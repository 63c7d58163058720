"""Everything modalnb hands over: the modal-table files, the terminal table, the HTML report.

One module per kind of export, all fed by the same rows (:mod:`._rows`):

* :mod:`.table_files` -- :func:`write_modal_table`: ``modes.csv``, ``shapes.csv``,
  ``hits.csv``, ``modes.nc``, ``modes.json``, ``recipe.json``;
* :mod:`.terminal` -- :func:`format_modal_table`, the aligned text the CLI prints;
* :mod:`.report` -- :func:`write_report` / :func:`report_html`, the offline HTML report
  (imports plotly inside its functions only).

Adding an export = one module here that reads the rows of :mod:`._rows` (or the result
Dataset) and writes through :mod:`modalnb._files`, plus one import line below.

Files written by :func:`write_modal_table` (the contract other tools rely on):

* ``modes.csv``  — ``mode,frequency_hz,damping_ratio,frequency_hz_std,damping_ratio_std,regime``,
  then every other per-mode quantity;
* ``shapes.csv`` — ``mode,channel,amplitude,phase_deg``, then the other per-(mode, channel)
  quantities;
* ``hits.csv``   — ``hit,accepted,reason,warnings,notes`` (``accepted`` is ``true``/``false``;
  ``notes``: advisories that neither reject nor warn);
* ``node_shapes.csv`` — ``mode,node,node_name,direction,role,amplitude,phase_deg,
  mass_normalised_kg^-1/2`` (shapes over nodes of a roving or several-setup table; header
  only without them);
* ``poles_set_aside.csv`` — ``pole,frequency_hz,damping_ratio,frequency_hz_std,energy,reason``
  (the residual terms that are not modes; :mod:`._aside`);
* ``modes.nc`` (the result Dataset), ``modes.json`` (everything above), ``recipe.json``.

:func:`write_frf` (:mod:`.frf_file`) writes an FRF Dataset as ``frf.nc`` (``frf_real``,
``frf_imag``, ``coherence``, ...); :func:`frf_section_html` (:mod:`.frf_report`) is the
report's FRF section (measured against model FRF and coherence, one HTML fragment).

:func:`write_shape_views` (:mod:`.shape_view`) writes ``shape_view.html``, the moving shape
view on the structure's geometry; :func:`shape_section_html` is the same view as one HTML
fragment for a report page.
"""

from __future__ import annotations

from ._rows import (
    CAUTION,
    HIT_COLUMNS,
    MODE_COLUMNS,
    SHAPE_COLUMNS,
    hits_rows,
    modes_rows,
    shapes_rows,
)
from .frf_file import write_frf
from .frf_report import frf_section_html
from .report import report_html, write_report
from .shape_view import shape_section_html, shape_view_html, write_shape_views
from .table_files import write_modal_table
from .terminal import format_modal_table

__all__ = [
    "MODE_COLUMNS",
    "SHAPE_COLUMNS",
    "HIT_COLUMNS",
    "CAUTION",
    "modes_rows",
    "shapes_rows",
    "hits_rows",
    "write_modal_table",
    "format_modal_table",
    "write_report",
    "report_html",
    "write_frf",
    "shape_view_html",
    "shape_section_html",
    "write_shape_views",
    "frf_section_html",
]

──────────

• _Problem_: Set down exactly, and only, the lines from the one containing "from .frf_file import write_frf" to the final line of the data.

• _Answer box_:
from .frf_file import write_frf
from .frf_report import frf_section_html
from .report import report_html, write_report
from .shape_view import shape_section_html, shape_view_html, write_shape_views
from .table_files import write_modal_table
from .terminal import format_modal_table

__all__ = [
    "MODE_COLUMNS",
    "SHAPE_COLUMNS",
    "HIT_COLUMNS",
    "CAUTION",
    "modes_rows",
    "shapes_rows",
    "hits_rows",
    "write_modal_table",
    "format_modal_table",
    "write_report",
    "report_html",
    "write_frf",
    "shape_view_html",
    "shape_section_html",
    "write_shape_views",
    "frf_section_html",
]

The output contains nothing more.